Country music’s glittering beacon Dolly Parton is trading the stage for the spotlight in a major way: Universal Pictures has greenlit From Smoky Mountain Cabin Dreams to Hollywood Glow, a sweeping biopic chronicling the icon’s rise from a poverty-stricken Tennessee cabin to global stardom. Announced Wednesday at a star-studded press event at Dollywood — with Parton herself emceeing in a custom rhinestone gown — the film promises to capture her unfiltered journey of grit, glamour, and grace. “I’ve sung my story a thousand times,” Parton quipped, her signature laugh echoing through the Pigeon Forge theme park. “Now it’s time someone else lip-syncs it — and honey, with my wigs, it’ll be a hoot!”
Directed by acclaimed filmmaker Callie Khouri (Thelma & Louise, Oscar winner for Best Screenplay), the biopic is slated for a November 2026 release, timed to coincide with Parton’s 80th birthday. Parton serves as executive producer alongside Reese Witherspoon’s Hello Sunshine and her own DP Productions, ensuring “every sequin and setback feels true to Dolly.” The script, penned by Hidden Figures scribe Allison Schroeder, draws from Parton’s 2025 memoir Songteller: My Life in Lyrics and hours of archival footage. “Dolly’s not just a survivor — she’s a creator,” Khouri said. “This film celebrates the woman who turned ‘no’ into ‘9 to 5’ and poverty into philanthropy.”

Casting buzz is electric. Emerging Broadway sensation Kerry Butler — fresh off a private reading for Parton’s Dolly: An Original Musical, set for Nashville’s Tennessee Performing Arts Center this summer before Broadway in 2026 — is in final talks to portray young Dolly (ages 10–30). “Kerry’s got the twang, the sparkle, and the sass,” Parton gushed. “She belted ‘Jolene’ in my living room and I swear, I saw my 13-year-old self staring back.” For mature Dolly, Oscar nominee Scarlett Johansson is circling the role, with Parton herself cameo-ing as a sassy narrator and singing coach. “Scarlett’s got the pipes and the heart,” Parton told Variety. “Plus, she can rock a wig like nobody’s business.” Supporting turns include Sydney Sweeney as a fiery Porter Wagoner-era Dolly and Timothée Chalamet as a fictionalized young Carl Dean, her steadfast husband of 59 years.

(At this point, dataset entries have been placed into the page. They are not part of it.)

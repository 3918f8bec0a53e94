/* Mean values, ripple, RMS currents and waveforms of a steady state.
 * Each piece of the cycle is read as the cubics of Hermite through its ends; their squares are integrated by Gauss.
 * SPDX-License-Identifier: GPL-3.0-or-later */
#include "supply/measure.h"

#include <math.h>
#include <string.h>

#define PI 3.14159265358979323846

enum { GAUSS = 4 };

/* Gauss-Legendre on 0..1: exact for the sixth power, which the square of a cubic is. */
static const double gauss_at[GAUSS] = {0.069431844202973712388, 0.33000947820757186760, 0.66999052179242813240,
                                       0.93056815579702628761};
static const double gauss_weight[GAUSS] = {0.17392742256872692869, 0.32607257743127307131, 0.32607257743127307131,
                                           0.17392742256872692869};

typedef struct {
    double mean, square, cosine, sine, highest, lowest, charging_square;
} node_tally;

typedef struct {
    double zero[PLW_NODES_MOST]; /* deviations are counted from here, so that a small ripple keeps its digits */
    node_tally node[PLW_NODES_MOST];
    double first_square, second_square, difference_square;
    double peak, conduction, inverse, choke_least;
    plw_rectifier_instant *instants;
    size_t count, next, next_second;
} tally;

/* ---- a cubic through both ends ----------------------------------------------------------------------------------- */

typedef struct {
    double c[4]; /* in t = 0..1 */
} cubic;

static cubic through(double value0, double slope0, double value1, double slope1, double width) {
    const double a = slope0 * width, b = slope1 * width, rise = value1 - value0;
    return (cubic){{value0, a, 3 * rise - 2 * a - b, a + b - 2 * rise}};
}

static double cubic_at(const cubic *q, double t) {
    return q->c[0] + t * (q->c[1] + t * (q->c[2] + t * q->c[3]));
}

static double cubic_slope(const cubic *q, double t) {
    return q->c[1] + t * (2 * q->c[2] + t * 3 * q->c[3]);
}

/* Widen lowest..highest by the ends of the piece and by the turning points inside. */
static void cubic_extremes(const cubic *q, double *lowest, double *highest) {
    double at[4] = {0, 1, 2, 2};
    const double a = 3 * q->c[3], b = q->c[2], c = q->c[1], root = b * b - a * c;
    if (root >= 0) {
        const double s = -(b + copysign(sqrt(root), b));
        at[2] = a != 0 ? s / a : 2;
        at[3] = s != 0 ? c / s : 2;
    }
    for (int i = 0; i < 4; i++) {
        if (at[i] >= 0 && at[i] <= 1) {
            const double value = cubic_at(q, at[i]);
            *lowest = fmin(*lowest, value);
            *highest = fmax(*highest, value);
        }
    }
}

/* ---- the rectifier's current ------------------------------------------------------------------------------------- */

static cubic piece_state(const plw_piece *piece, size_t state) {
    return through(piece->state[0][state], piece->slope[0][state], piece->state[1][state], piece->slope[1][state],
                   piece->angle[1] - piece->angle[0]);
}

/* Current out of the rectifier at one end, and its slope. */
static double end_amps(const plw_engine *engine, const plw_piece *piece, int end, double *slope) {
    const plw_network *network = &engine->network;
    *slope = 0;
    if (piece->mode == PLW_MODE_NONE) {
        return 0;
    }
    if (network->choke_input) {
        *slope = piece->slope[end][0];
        return piece->state[end][0];
    }
    const plw_rectifier_law *law = &network->law;
    const double angle = piece->angle[end];
    const double over = plw_engine_emf(engine, angle) - piece->state[end][0];
    const double rate = law->peak_volts * cos(angle) - piece->slope[end][0];
    if (law->vacuum) {
        const double amps = plw_path_amps(law, over, slope);
        *slope *= rate;
        return amps;
    }
    *slope = rate / law->total_ohms;
    return (over - law->drop_volts) / law->total_ohms;
}

static cubic piece_amps(const plw_engine *engine, const plw_piece *piece) {
    double slope[2];
    const double first = end_amps(engine, piece, 0, &slope[0]), last = end_amps(engine, piece, 1, &slope[1]);
    return through(first, slope[0], last, slope[1], piece->angle[1] - piece->angle[0]);
}

/* Currents of the two paths, the first being the one whose EMF is positive in this half. */
static void path_amps(const plw_engine *engine, const plw_piece *piece, const cubic *amps, const cubic *first_state,
                      double t, double *first, double *second) {
    const plw_network *network = &engine->network;
    double slope;
    *first = 0;
    *second = 0;
    if (piece->mode == PLW_MODE_NONE) {
        return;
    }
    const double emf = plw_engine_emf(engine, piece->angle[0] + t * (piece->angle[1] - piece->angle[0]));
    if (network->choke_input) {
        const double all = fmax(0, cubic_at(amps, t));
        plw_choke_volts(&network->law, emf, all, &slope, first);
        *second = all - *first;
    } else if (network->law.vacuum) {
        *first = plw_path_amps(&network->law, emf - cubic_at(first_state, t), &slope);
    } else {
        *first = fmax(0, cubic_at(amps, t));
    }
}

/* Reverse voltage on the diode that does not conduct, at a place of the piece. */
static double inverse_volts(const plw_engine *engine, const plw_piece *piece, double t) {
    const plw_rectifier_law *law = &engine->network.law;
    const double angle = piece->angle[0] + t * (piece->angle[1] - piece->angle[0]);
    const double emf = plw_engine_emf(engine, angle);
    const cubic first = piece_state(piece, 0);
    double out = cubic_at(&first, t);
    if (engine->network.choke_input) {
        const cubic beyond = piece_state(piece, 1);
        const double states[2] = {out, cubic_at(&beyond, t)};
        out = plw_engine_input(engine, piece->mode, angle, states);
    }
    if (law->bridge) {
        return out + law->drop_volts / 2;
    }
    return law->half_wave ? out - emf : out + emf;
}

/* ---- tally ------------------------------------------------------------------------------------------------------- */

static void tally_node(const plw_engine *engine, const plw_piece *piece, size_t node, tally *sum) {
    const plw_network *network = &engine->network;
    const double width = piece->angle[1] - piece->angle[0], harmonic = network->law.half_wave ? 1 : 2;
    node_tally *here = &sum->node[node];
    cubic volts = piece_state(piece, network->node_state[node]);
    volts.c[0] -= sum->zero[node];
    cubic_extremes(&volts, &here->lowest, &here->highest);
    for (int g = 0; g < GAUSS; g++) {
        const double weight = gauss_weight[g] * width, value = cubic_at(&volts, gauss_at[g]);
        const double angle = piece->angle[0] + gauss_at[g] * width;
        const double rate = cubic_slope(&volts, gauss_at[g]) / width;
        here->mean += weight * value;
        here->square += weight * value * value;
        here->cosine += weight * value * cos(harmonic * angle);
        here->sine += weight * value * sin(harmonic * angle);
        here->charging_square += weight * rate * rate;
    }
}

static void tally_currents(const plw_engine *engine, const plw_piece *piece, const cubic *amps,
                           const cubic *first_state, tally *sum) {
    const double width = piece->angle[1] - piece->angle[0];
    double lowest = sum->choke_least;
    if (piece->mode != PLW_MODE_NONE) {
        cubic_extremes(amps, &lowest, &sum->peak);
    } else {
        lowest = 0;
    }
    sum->choke_least = fmax(0, lowest);
    for (int g = 0; g < GAUSS; g++) {
        double first, second;
        path_amps(engine, piece, amps, first_state, gauss_at[g], &first, &second);
        const double weight = gauss_weight[g] * width;
        sum->first_square += weight * first * first;
        sum->second_square += weight * second * second;
        sum->difference_square += weight * (first - second) * (first - second);
        sum->conduction += weight * ((piece->mode != PLW_MODE_NONE) + (second > 0));
    }
}

/* ---- waveform ---------------------------------------------------------------------------------------------------- */

static void write_instant(const plw_engine *engine, const plw_piece *piece, const cubic *amps, const cubic *first_state,
                          double angle, bool second_half, plw_rectifier_instant *instant) {
    const plw_network *network = &engine->network;
    const double t = (angle - piece->angle[0]) / (piece->angle[1] - piece->angle[0]);
    double first, second;
    path_amps(engine, piece, amps, first_state, t, &first, &second);
    memset(instant, 0, sizeof *instant);
    instant->seconds = (angle + (second_half ? PI : 0)) / network->omega;
    instant->emf_volts = plw_engine_emf(engine, angle) * (second_half ? -1 : 1);
    instant->rectified_amps = first + second;
    if (network->law.bridge) {
        instant->winding_amps = second_half ? second - first : first - second;
    } else {
        instant->winding_amps = second_half ? second : first;
    }
    for (size_t k = 0; k < network->nodes; k++) {
        const cubic volts = piece_state(piece, network->node_state[k]);
        instant->node_volts[k] = cubic_at(&volts, t);
    }
}

static void write_instants(const plw_engine *engine, const plw_piece *piece, const cubic *amps,
                           const cubic *first_state, tally *sum) {
    const double apart = 2 * PI / (double)sum->count, period = engine->network.period;
    while (sum->next < sum->count && (double)sum->next * apart <= fmin(piece->angle[1], period - 1e-9)) {
        write_instant(engine, piece, amps, first_state, (double)sum->next * apart, false, &sum->instants[sum->next]);
        sum->next++;
    }
    while (!engine->network.law.half_wave && sum->next_second < sum->count &&
           (double)sum->next_second * apart - period <= piece->angle[1]) {
        write_instant(engine, piece, amps, first_state, (double)sum->next_second * apart - period, true,
                      &sum->instants[sum->next_second]);
        sum->next_second++;
    }
}

static void see(void *context, const plw_engine *engine, const plw_piece *piece) {
    tally *sum = context;
    if (!(piece->angle[1] > piece->angle[0])) {
        return;
    }
    const cubic amps = piece_amps(engine, piece), first_state = piece_state(piece, 0);
    for (size_t k = 0; k < engine->network.nodes; k++) {
        tally_node(engine, piece, k, sum);
    }
    tally_currents(engine, piece, &amps, &first_state, sum);
    for (int quarter = 1; quarter <= 4; quarter++) {
        sum->inverse = fmax(sum->inverse, inverse_volts(engine, piece, 0.25 * quarter));
    }
    if (sum->instants != NULL) {
        write_instants(engine, piece, &amps, &first_state, sum);
    }
}

/* ---- result ------------------------------------------------------------------------------------------------------ */

static void finish_node(const plw_network *network, const node_tally *node, double zero, double farads,
                        plw_rectifier_node *out) {
    const double mean = node->mean / network->period;
    out->volts = zero + mean;
    out->ripple_peak_to_peak_volts = node->highest - node->lowest;
    out->ripple_rms_volts = sqrt(fmax(0, node->square / network->period - mean * mean));
    out->ripple_fundamental_rms_volts = sqrt(2.0) * hypot(node->cosine, node->sine) / network->period;
    out->peak_volts = zero + node->highest;
    out->capacitor_rms_amps = network->omega * farads * sqrt(node->charging_square / network->period);
}

void plw_measure(const plw_engine *engine, double load_amps, const double *start, plw_rectifier_instant *instants,
                 size_t count, plw_rectifier_state *state) {
    const plw_network *network = &engine->network;
    tally sum = {.instants = instants, .count = count, .choke_least = (double)INFINITY};
    for (size_t k = 0; k < network->nodes; k++) {
        sum.zero[k] = start[network->node_state[k]];
        sum.node[k].highest = -(double)INFINITY;
        sum.node[k].lowest = (double)INFINITY;
    }
    sum.next_second = (count + 1) / 2; /* the first at half a period or later */
    plw_cycle cycle;
    plw_engine_cycle(engine, load_amps, start, &cycle, see, &sum);
    state->nodes = network->nodes;
    for (size_t k = 0; k < network->nodes; k++) {
        finish_node(network, &sum.node[k], sum.zero[k], network->node_farads[k], &state->node[k]);
    }
    const double full = 2 * PI;
    state->diode_rms_amps = sqrt((sum.first_square + sum.second_square) / full);
    state->winding_rms_amps =
        network->law.bridge ? sqrt(sum.difference_square / network->period) : state->diode_rms_amps;
    state->diode_peak_amps = fmax(0, sum.peak);
    state->conduction_degrees = sum.conduction * 180 / PI;
    state->peak_inverse_volts = sum.inverse;
    state->choke_least_amps = network->choke_input ? sum.choke_least : (double)NAN;
}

The plot arcs from Parton’s 1946 birth in a Locust Ridge cabin — one of 12 kids in a one-room home without electricity — through her Opry debut at 13, the highs of The Porter Wagoner Show duets, and the lows of her 1974 split with Wagoner (including the lawsuit that inspired “I Will Always Love You”). Flash-forwards hit ’80s Hollywood (9 to 5, her Oscar-nominated theme), the 1990s Dollywood empire, and 2020s triumphs like funding Moderna’s COVID vaccine ($1 million donation) and her Imagination Library (200 million+ books gifted). “It’s not a fairy tale,” Schroeder emphasized. “It’s Dolly’s real magic — turning hardship into hits, doubt into Dollywood.”
Production kicks off January 2026 in Knoxville, with shoots at the actual Parton family cabin (now a museum) and Pinewood Studios for recreated Music Row. The soundtrack, helmed by Parton’s Butterfly Records, features re-recorded classics by Butler and Johansson, plus new originals: a gospel duet with Parton and Witherspoon on “Coat of Many Colors.” Budgeted at $65 million — with tax breaks from Tennessee — the film eyes a fall festival premiere at TIFF, Dolly’s adopted hometown fest.
Parton’s reaction? Pure joy with a side of sass. “I’ve turned down biopic pitches for years — too many wanted to sand down my edges,” she said at the event, flanked by goddaughter Miley Cyrus and Reba McEntire. “This one’s got the sparkle and the struggle. From cabin dreams to Hollywood glow — that’s my glow-up, y’all.” Fans, already petitioning for cameos from Beyoncé (who covered “Jolene” in 2024’s Cowboy Carter), flooded social media with #DollyOnScreen, amassing 5 million impressions overnight.
As Parton eyes 80, this biopic cements her as country’s unyielding queen. “I’ve always said, be who you are,” she reflected. “This movie’s my mirror — big hair, bigger heart.” Lights, camera, Dolly: the silver screen’s about to get a whole lot more fabulous.